Tia actually has a very accurate description of chicken duties.


----------



## SpiritedLittleCopperSpots (Mar 4, 2010)

Hey, as I was browsing the forum I noticed that in the *General Off Topic Discussion *section there is a *Cooking* sub-forum.
You might get some more informed responses in there? Just a thought....:wink:


----------



## Saddlebag (Jan 17, 2011)

If I hardboil fresh eggs the peels are tough to get off even when I plunge them in ice water. Any ideas?


----------



## SpiritedLittleCopperSpots (Mar 4, 2010)

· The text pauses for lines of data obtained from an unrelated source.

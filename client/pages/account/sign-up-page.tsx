import { useState } from 'react';
import { Link } from 'react-router-dom';
import { signUp } from '#contract/accounts.ts';
import { AddressText } from '../../features/people/address-text.tsx';
import { FormPage } from '../../features/people/form-page.tsx';
import { FormTrouble } from '../../features/people/form-trouble.tsx';
import { NEW_PASSWORD_HINT } from '../../features/people/new-password-hint.ts';
import { Outcome } from '../../features/people/outcome.tsx';
import { PasswordField } from '../../features/people/password-field.tsx';
import { call } from '../../lib/call.ts';
import { paths } from '../../lib/paths.ts';
import { useContractForm } from '../../lib/use-contract-form.ts';
import { Button, ButtonLink } from '../../ui/button.tsx';
import { TextField } from '../../ui/text-field.tsx';

export function Component() {
  const [sentTo, setSentTo] = useState<string | null>(null);
  const form = useContractForm({
    schema: signUp.body,
    fields: { displayName: 'Name', email: 'E-mail address', password: 'Password' },
    send: (body) => call(signUp, { body }),
    onDone: (_answer, { email }) => setSentTo(email),
  });
  return (
    <FormPage
      title="Open an account"
      below="To enter what you know, and to keep your own machines."
      aside={
        <>
          <p>
            You have one already? <Link to={paths.signIn()}>Sign in</Link>.
          </p>
          <p>Nobody but registrars sees your address. You can close the account at any time, and take all that is on record about you with you.</p>
        </>
      }
    >
      {sentTo === null ? (
        <form {...form.form} className="max-w-[460px]">
          <FormTrouble form={form} title="The account is not open yet" />
          <TextField {...form.field('displayName')} label="Name" autoComplete="nickname" hint="Everybody sees it beside what you enter. It need not be your own." />
          <TextField {...form.field('email')} type="email" label="E-mail address" autoComplete="username" spellCheck={false} />
          <PasswordField {...form.field('password')} label="Password" autoComplete="new-password" hint={NEW_PASSWORD_HINT} />
          <Button type="submit" weight="primary" disabled={form.busy} className="mt-2">
            Open the account
          </Button>
        </form>
      ) : (
        <Outcome title="A letter is on its way" action={<ButtonLink to={paths.signIn()}>Go to sign in</ButtonLink>}>
          <p>
            We wrote to <AddressText email={sentTo} />. Follow the link in the letter within 24 hours; then you can sign in.
          </p>
          <p>Nothing there after a few minutes? Look among unwanted letters, or open the account again: a new link takes the old one’s place.</p>
        </Outcome>
      )}
    </FormPage>
  );
}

Hmmm, I don't seem to have that problem, I do cool them off but not in ice water, maybe that makes a difference?
I usually put them in a bowl in the sink and just run cool water over them for a bit and let them sit for a few minutes.
You might try that?


----------



## cakemom (Jul 4, 2010)

Try boiling them with a tiny bit of white
vinegar in the water. But yes, I find fresh eggs harder to peel.
_Posted via Mobile Device_


----------



## dee (Jul 30, 2009)

http://www.smileycentral.com/?partner=ZSzeb001_ZNxdm824O2USFresh eggs are definitely harder to peel. I peel mine under running water. It seems to help a little. It also seems to be easier if the eggs are still a tiny bit warm.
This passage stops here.